Anvisa define regras para rótulos de alimentos com lactose

Anvisa define regras para rótulos de alimentos com lactose
Com as novas regras, serão três tipos de rótulos para a lactose: "Zero Lactose", "Baixo Teor", ou "Contém Lactose".
[Imagem: Wilson Dias/Agência Brasil]

Quantidades mínimas

A Agência Nacional de Vigilância Sanitária (Anvisa) divulgou novas regras para a rotulagem de produtos com lactose.

Os fabricantes serão obrigados a informar a presença de lactose nos alimentos a partir de 100 miligramas (mg) de lactose para cada 100 gramas ou 100 mililitros do produto. Ou seja, qualquer alimento que contenha lactose em quantidade acima de 0,1% deverá trazer a expressão "Contém lactose" em seu rótulo.

De acordo com a agência, o limite está baseado em referências técnicas e na experiência de países que adotam a rotulagem de lactose há mais tempo, como Alemanha e Hungria. O limite de 100 mg é entendido como seguro para as pessoas com intolerância à lactose. Segundo a Anvisa, a rede de laboratórios disponível no país tem capacidade para avaliar a presença de lactose nesses níveis.

Rótulo para lactose

Com a nova regra, o mercado brasileiro de alimentos terá três tipos de rótulos para a lactose: "Zero Lactose", "Baixo Teor" ou "Contém Lactose".

No caso de alimentos com quantidade de lactose abaixo de 100 mg/100g, deve vir escrito no rótulo "Zero Lactose, Isento de Lactose, 0% Lactose, Sem Lactose ou Não Contém Lactose". No caso de alimentos com 100mg até 1g/100g ou ml, deve vir escrito "Baixo Teor de Lactose ou Baixo em Lactose". Nos alimentos com lactose em quantidade igual ou acima de 100mg/100g ou ml, deve vir no rótulo "Contém Lactose".

A informação deve ser escrita em caixa alta e em negrito e a impressão deve ser em contraste com o fundo da caixa. A altura mínima deve ser de dois milímetros e não pode ser menor que a letra utilizada na lista de ingredientes.
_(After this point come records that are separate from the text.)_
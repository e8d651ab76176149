"""The compiled stencil sum of the turn model against the sparse product it replaced."""

import numpy as np
import pytest
from scipy.sparse import csr_matrix

from fringe.fit.stencil import stencil_sum


def _sparse_reference(w, first, m, x):
    """The same sums as a CSR matrix (n x q m, q s entries a row) times x (SciPy)."""
    n, q, s = w.shape
    cols = (np.arange(q)[None, :, None] * m + first[:, None, None]
            + np.arange(s)[None, None, :]).ravel()
    matrix = csr_matrix((w.ravel(), cols, np.arange(0, n * q * s + 1, q * s)),
                        shape=(n, q * m))
    return matrix @ x


@pytest.mark.parametrize("q", [1, 3])
def test_stencil_sum_is_the_sparse_product_bit_for_bit(q):
    rng = np.random.default_rng(7)
    n, s, m, k = 500, 6, 60, 5
    # weights of mixed sizes and signs (the leak terms are ~1e-3 of the value weights)
    w = rng.normal(size=(n, q, s)) * 10.0 ** rng.integers(-6, 2, size=(n, q, s))
    first = rng.integers(0, m - s + 1, size=n)
    x = rng.normal(size=(q * m, k)) * 1e-17
    got = stencil_sum(w, first, m, x, np.empty((n, k)))
    assert np.array_equal(got, _sparse_reference(w, first, m, x))


def test_stencil_sum_writes_into_a_column_slice():
    rng = np.random.default_rng(8)
    n, q, s, m, k = 40, 3, 6, 20, 4
    w = rng.normal(size=(n, 2 * q, s))[:, q:]          # a non-contiguous view, as the model
    first = rng.integers(0, m - s + 1, size=n)
    x = rng.normal(size=(q * m, k))
    wide = np.full((n, k + 2), 7.0)
    stencil_sum(w, first, m, x, wide[:, :k])
    assert np.array_equal(wide[:, :k], _sparse_reference(np.ascontiguousarray(w), first, m, x))
    assert np.all(wide[:, k:] == 7.0)


def test_stencil_sum_refuses_a_stencil_beyond_the_grid():
    w = np.ones((2, 1, 6))
    with pytest.raises(ValueError, match="beyond the grid"):
        stencil_sum(w, np.array([0, 5]), 10, np.ones((10, 1)), np.empty((2, 1)))
    with pytest.raises(ValueError, match="shapes"):
        stencil_sum(w, np.array([0, 1]), 10, np.ones((20, 1)), np.empty((2, 1)))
A declaração deve ficar em um local da embalagem que não seja encoberto, removível pela abertura do lacre ou de difícil visualização, como área de selagem e de torção.
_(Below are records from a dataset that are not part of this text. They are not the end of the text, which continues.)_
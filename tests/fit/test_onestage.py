"""Tests of the one-stage global least-squares cross-check (fringe.fit.onestage).

1. Exactness: on a small record the Schur-complement accumulation equals the least-squares fit
   with explicit per-turn nuisance columns (solved turn by turn with ``np.linalg.lstsq``), for
   several stage-1 models, with NaN samples, gaps, glitch-rejected turns, fixed coefficients and
   lab offsets.
2. Equivalence: for white noise the per-turn (C, B) estimates are sufficient for the 2 theta
   part of the model, so the two-stage fit with a common per-turn noise level reproduces the
   one-stage estimate; what remains is the information in the signal's change *within* a turn
   (outside the span of the block model), ~P_turn / P_sidereal ~ 1e-3 of the signal, hence a
   difference of ~1e-3 sigma. Band 0.01 sigma.
3. Agreement with the production two-stage fit (each turn weighted by its own residual
   variance): see :func:`test_two_stage_and_one_stage_agree` for the band.
"""

from __future__ import annotations

import dataclasses
import json
import math
import warnings

import numpy as np
import pytest

from fringe.demodulate.engine import range_samples_and_blocks, run_stage1
from fringe.demodulate.settings import DRIFT_TERMS, DemodSettings
from fringe.errors import ConfigError, FitError, SystematicsWarning
from fringe.experiment.basis import basis, signal
from fringe.fit.onestage import one_stage_fit
from fringe.fit.run import fit_run, setup_from_run
from fringe.fit.settings import FitSettings
from fringe.fit.stages import fit_coefficients
from fringe.io.runwriter import RunWriter
from fringe.theories.sme import KE_NAMES
from tests.helpers.runs import BASE, CARRIER_HZ, KE_TRUTH, WHITE_FM, simulate_run  # noqa: F401


def make_run(path, *, seed, days, **kw):
    """The run's path only (see tests.helpers.runs.simulate_run)."""
    return simulate_run(path, seed=seed, days=days, **kw)[0]


# ---------------------------------------------------------------------------------------------
# 1. Exactness against a turn-by-turn least-squares fit
# ---------------------------------------------------------------------------------------------


def explicit_fit(path, demod, settings, names):
    """Reference: the least-squares fit with every per-turn nuisance as its own column.

    Solved by the Frisch-Waugh-Lovell theorem (Lovell, JASA 58, 993 (1963); from memory): one
    explicit lstsq per turn, then a global lstsq. Turns are those stage 1 accepted; the per-turn
    drift uses raw (t - t_first) powers, the same span as stage 1's normalised tau.
    """
    table, info = run_stage1(path, demod, range_samples=1 << 30)   # one range: rows = turns
    setup, _ = setup_from_run(path, settings.theory)
    data, starts = range_samples_and_blocks(info, 0, info.n_samples)
    assert starts.size == table.n_blocks
    t, az, y = data["time"], data["azimuth"], data["signal"]
    bid = np.repeat(np.arange(starts.size), np.diff(np.append(starts, t.size)))
    keep = np.isfinite(y) & table.accepted[bid]
    t, az, y, bid = t[keep], az[keep], y[keep], bid[keep]
    if settings.fixed:
        y = y - signal(setup, settings.fixed, t, az)
    theta = np.pi - az
    glob = [basis(setup, t, az, names)]
    if settings.lab_b0:
        glob.append(np.sin(2 * theta)[:, None])
    if settings.lab_c0:
        glob.append(np.cos(2 * theta)[:, None])
    g = np.concatenate(glob, axis=1)
    # Frisch-Waugh-Lovell: residualise y and the global columns on each turn's own nuisance
    # columns (a small lstsq per turn), then one global lstsq of the residualised arrays
    yr, gr, n_local = [], [], 0
    for b in np.unique(bid):
        i = bid == b
        tb, thb = t[i] - t[i][0], theta[i]
        cols = [tb ** j for j in range(DRIFT_TERMS[demod.drift])] + [np.cos(thb), np.sin(thb)]
        for h in range(3, demod.max_harmonic + 1):
            cols += [np.cos(h * thb), np.sin(h * thb)]
        loc = np.stack(cols, axis=1)
        rhs = np.concatenate([y[i, None], g[i]], axis=1)
        coef, *_ = np.linalg.lstsq(loc, rhs, rcond=None)
        res = rhs - loc @ coef
        yr.append(res[:, 0])
        gr.append(res[:, 1:])
        n_local += loc.shape[1]
    yr, gr = np.concatenate(yr), np.concatenate(gr)
    norm = np.linalg.norm(gr, axis=0)
    sol, rss, rank, _ = np.linalg.lstsq(gr / norm, yr, rcond=None)
    assert rank == gr.shape[1]
    x = sol / norm
    rss = float(rss[0])
    dof = t.size - n_local - gr.shape[1]
    cov = rss / dof * np.linalg.inv((gr / norm).T @ (gr / norm)) / np.outer(norm, norm)
    k = len(names)
    return x[:k], np.sqrt(np.diag(cov))[:k], table, info, setup, rss / dof


EXPLICIT_CASES = [
    ("linear-2", DemodSettings(), FitSettings(free=("ke_XY", "ke_XXmYY"))),
    ("quadratic-4", DemodSettings(drift="quadratic", max_harmonic=4),
     FitSettings(free=("ke_XY", "ke_XXmYY", "ke_ZZ"), fixed={"ke_XZ": -1.5e-16})),
    ("offset-3", DemodSettings(drift="offset", max_harmonic=3),
     FitSettings(free=("ke_XY", "ke_XXmYY"), lab_c0=True)),
]


@pytest.fixture(scope="module")
def small_dirty_run(tmp_path_factory):
    # 100 turns of 60 s at 2 s sampling; NaN samples, gaps (partial turns) and glitches
    # (rejected turns)
    return make_run(tmp_path_factory.mktemp("dense") / "run.h5", seed=3, days=6000 / 86400,
                    period_s=60.0, interval_s=2.0, coefficients=KE_TRUTH,
                    systematics={"dropout_fraction": 0.03, "gaps_per_day": 60.0,
                                 "gap_length_s": 100.0, "glitches_per_day": 80.0,
                                 "glitch_size": 2e-13})


@pytest.mark.parametrize("label, demod, settings", EXPLICIT_CASES,
                         ids=[c[0] for c in EXPLICIT_CASES])
def test_one_stage_equals_explicit_least_squares(small_dirty_run, label, demod, settings):
    names = settings.free
    x_ref, s_ref, table, info, setup, var_ref = explicit_fit(small_dirty_run, demod, settings,
                                                             names)
    counts = table.counts()
    assert counts["n_rejected_glitch"] > 0 and counts["n_rejected_partial"] > 0
    out = one_stage_fit(info, demod, setup, table, names, settings)
    # the same least-squares problem solved two ways: they differ by rounding only (~1e-13 of
    # sigma seen); 1e-9 leaves room for the conditioning of the reduced system
    for i, n in enumerate(names):
        assert out["coefficients"][n]["value"] == pytest.approx(x_ref[i], rel=1e-9,
                                                                abs=1e-9 * s_ref[i])
        assert out["coefficients"][n]["sigma"] == pytest.approx(s_ref[i], rel=1e-9)
    assert out["noise_rms"] ** 2 == pytest.approx(var_ref, rel=1e-8)
    assert out["n_turns_used"] == counts["n_accepted"]
    assert out["n_samples"] == int(np.sum(table.n_valid[table.accepted]))


def test_result_does_not_depend_on_range_length(small_dirty_run):
    demod, settings = DemodSettings(), FitSettings(free=("ke_XY", "ke_XXmYY"))
    table, info = run_stage1(small_dirty_run, demod)
    setup, _ = setup_from_run(small_dirty_run, "sme")
    a = one_stage_fit(info, demod, setup, table, settings.free, settings)
    b = one_stage_fit(info, demod, setup, table, settings.free, settings, range_samples=997)
    for n in settings.free:
        assert b["coefficients"][n]["value"] == pytest.approx(
            a["coefficients"][n]["value"], rel=1e-9, abs=1e-9 * a["coefficients"][n]["sigma"])
        assert b["coefficients"][n]["sigma"] == pytest.approx(a["coefficients"][n]["sigma"],
                                                              rel=1e-9)
    assert (a["n_samples"], a["n_turns_used"]) == (b["n_samples"], b["n_turns_used"])


# ---------------------------------------------------------------------------------------------
# 2. Equivalence with the two-stage fit at a common per-turn noise level
# ---------------------------------------------------------------------------------------------


@pytest.fixture(scope="module")
def white_day(tmp_path_factory):
    path = make_run(tmp_path_factory.mktemp("white") / "run.h5", seed=17, days=1.0,
                    coefficients=KE_TRUTH)
    demod = DemodSettings()
    table, info = run_stage1(path, demod)
    setup, _ = setup_from_run(path, "sme")
    return path, demod, table, info, setup


def test_pooled_two_stage_equals_one_stage(white_day):
    """At one per-turn noise level the two-stage estimate is the one-stage estimate (the per-turn
    (C, B) carry all the 2 theta information of a turn): equal to 0.01 sigma with equal row
    weights (formal). The default refits with the C and B rows scaled by their own reduced
    chi^2 (each uncertain by 1/sqrt(1920) = 2.3 % here), which moves the estimate by a few
    hundredths of sigma; its sigmas are compared."""
    path, demod, table, info, setup = white_day
    settings = FitSettings()
    one = one_stage_fit(info, demod, setup, table, KE_NAMES, settings)
    level = float(np.median(table.residual_rms[table.accepted]))
    pooled = dataclasses.replace(table, residual_rms=np.full(table.n_blocks, level))
    _, two, _ = fit_coefficients(setup, pooled, settings, KE_NAMES)
    _, equal_rows, _ = fit_coefficients(setup, pooled, FitSettings(uncertainty="formal"),
                                        KE_NAMES)
    sig = np.sqrt(np.diag(two.cov))
    for i, n in enumerate(KE_NAMES):
        assert abs(equal_rows.value[i] - one["coefficients"][n]["value"]) < 0.01 * sig[i], n
        assert abs(two.value[i] - one["coefficients"][n]["value"]) < 0.1 * sig[i], n
        # noise level from 2 (C, B) residuals per turn vs from all samples: the ratio of the two
        # sigma estimates scatters by 1/sqrt(2 x 2 x 1920) = 1.1 %; band 5 %
        assert one["coefficients"][n]["sigma"] == pytest.approx(sig[i], rel=0.05), n
    assert one["chi2_reduced"] == pytest.approx(1.0, abs=0.05)


# ---------------------------------------------------------------------------------------------
# 3. Agreement with the production two-stage fit
# ---------------------------------------------------------------------------------------------


def test_two_stage_and_one_stage_agree(tmp_path):
    """fit_run(one_stage=True) on white noise: |two-stage - one-stage| < 4 sigma_D.

    The one-stage fit is the minimum-variance linear estimate for white noise, so the difference
    D to any other unbiased estimate has var(D) = var(two) - var(one) (Hausman). The two-stage
    fit differs only by weighting each turn with its own residual variance (nu = n - p dof),
    which inflates its variance by (nu - 2)/(nu - 4) (inverse chi-square moments; derived), so
    sigma_D = sigma sqrt(2 / (nu - 4)). Turns of 360 samples (nu = 354) give sigma_D = 0.076
    sigma and a band of 0.30 sigma: both estimators are near-efficient on the same data.
    """
    path = make_run(tmp_path / "long_turns.h5", seed=23, days=2.0, period_s=360.0,
                    coefficients=KE_TRUTH)
    with warnings.catch_warnings():
        # a C0 warning is expected: ke_ZZ = 2.5e-16 is injected and lives in C0 alone
        warnings.simplefilter("ignore", SystematicsWarning)
        res, _ = fit_run(path, FitSettings(), one_stage=True)
    one = res.one_stage
    nu = 360 - DemodSettings().n_terms
    band = 4.0 * math.sqrt(2.0 / (nu - 4))
    # both sigmas estimate the same white-noise bound; the two-stage one takes the noise level
    # from the scatter of the (C, B) residuals (dof = 2 x 480 - 6), which scatters by
    # 1/sqrt(2 dof) = 2.3 %: band 4 x that
    sigma_band = 4.0 / math.sqrt(2.0 * res.statistics.dof)
    for n in KE_NAMES:
        two_v, two_s = res.coefficients[n].value, res.coefficients[n].sigma
        d = (two_v - one.coefficients[n].value) / two_s
        assert abs(d) < band, (n, d, band)
        assert one.coefficients[n].sigma == pytest.approx(two_s, rel=sigma_band), n
    assert one.covariance.names == tuple(KE_NAMES) and one.n_samples > 0
    assert "one-stage cross-check" in res.summary()
    d = json.loads(json.dumps(res.to_dict()))
    assert d["one_stage"]["n_samples"] == one.n_samples
    assert set(d["one_stage"]) == {"coefficients", "nuisance", "covariance", "chi2_reduced",
                                   "noise_rms", "dof", "n_samples", "n_turns_used"}


def test_regressed_aux_channel(tmp_path):
    """A signal coupled (0.3) to an auxiliary channel's 2 theta part: both fits recover the
    coupling (pull < 4) and agree to 4 sigma_D, sigma_D = sigma sqrt(2/(nu - 4)) with nu = 39
    (see test_two_stage_and_one_stage_agree)."""
    rng = np.random.default_rng(2)
    t = np.arange(43200.0)
    theta = 2 * np.pi * t / 45.0
    turn = (t // 45).astype(int)
    amp = rng.normal(0.0, 1.0, turn[-1] + 1)[turn]
    phase = rng.uniform(0.0, 2 * np.pi, turn[-1] + 1)[turn]
    probe = amp * np.cos(2 * theta + phase) + rng.normal(0.0, 0.1, t.size)
    y = 0.3 * probe + rng.normal(0.0, 0.5, t.size)
    path = tmp_path / "probe.h5"
    apparatus = {k: v for k, v in BASE["apparatus"].items() if k != "units"}
    with RunWriter(path, site=BASE["site"], apparatus=apparatus,
                   epoch_utc="2027-02-03T00:00:00Z", signal_units="Hz",
                   aux_channels={"probe": "1"}) as w:
        w.append(t, np.pi - theta, y, probe=probe)
    # the harmonics (stage 2) do not regress the channel: their reduced chi2 is far from 1
    with pytest.warns(SystematicsWarning, match="harmonic fit: reduced chi2"):
        res, _ = fit_run(str(path), FitSettings(free=("ke_XY", "ke_XXmYY"),
                                                regress=("probe",)), one_stage=True)
    two, one = res.nuisance["aux_probe"], res.one_stage.nuisance["aux_probe"]
    assert abs(two.value - 0.3) < 4 * two.sigma
    assert abs(one.value - 0.3) < 4 * one.sigma
    nu = 45 - DemodSettings().n_terms
    assert abs(two.value - one.value) < 4 * math.sqrt(2.0 / (nu - 4)) * two.sigma


# ---------------------------------------------------------------------------------------------
# Bad input
# ---------------------------------------------------------------------------------------------


def test_nonlinear_theory_is_refused(white_day):
    path, demod, table, info, _ = white_day
    setup, _ = setup_from_run(path, "medium")
    with pytest.raises(ConfigError, match="nonlinear"):
        one_stage_fit(info, demod, setup, table, ("sun_vX_kms",), FitSettings(theory="medium"))


def test_lab_c0_with_ke_zz_is_refused(white_day):
    path, demod, table, info, setup = white_day
    with pytest.raises(ConfigError, match="ke_ZZ"):
        one_stage_fit(info, demod, setup, table, KE_NAMES, FitSettings(lab_c0=True))


def test_table_of_another_record_is_refused(white_day, tmp_path):
    path, demod, table, info, setup = white_day
    other = make_run(tmp_path / "other.h5", seed=5, days=0.1, period_s=50.0)
    other_table, _ = run_stage1(other, demod)
    with pytest.raises(FitError, match="turn table"):
        one_stage_fit(info, demod, setup, other_table, KE_NAMES, FitSettings())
As empresas têm 24 meses para se adaptar à nova regra. O prazo foi definido com base no tempo que a indústria e seus fornecedores precisam para adequação e também para esgotarem os estoques de embalagens atualmente existentes.

Apenas os estabelecimentos que preparam os alimentos, sem embalagens ou embalados no próprio ponto de venda, a pedido do consumidor, não estão obrigados a informar sobre o conteúdo de lactose.

Alimentos ricos em lactose

Pessoas que têm intolerância à lactose podem sofrer náuseas, diarreia, excesso de gases, dor de estômago, entre outros incômodos, em decorrência da ingestão de produtos como leite, queijo, iogurte e manteiga.

Isso acontece devido a uma incapacidade que essas pessoas têm de digerir a lactose, o açúcar do leite. Para digerir esse açúcar, o organismo precisa produzir uma enzima chamada lactase, que divide o açúcar do leite em glicose e galactose.

A incapacidade de produzir a lactase pode ser genética ou ocasionada por algum problema intestinal que a interrompe temporariamente. Na maioria das pessoas, a atividade da enzima lactase diminui após o desmame, o que as torna menos tolerante à lactose com o passar dos anos. A prevalência e a idade de manifestação da intolerância à lactose variam, consideravelmente, conforme o grupo étnico.

Vale lembrar que a intolerância é diferente da alergia. Neste último caso, as reações do organismo podem ser mais graves e o limite de ingestão não tem como ser definido.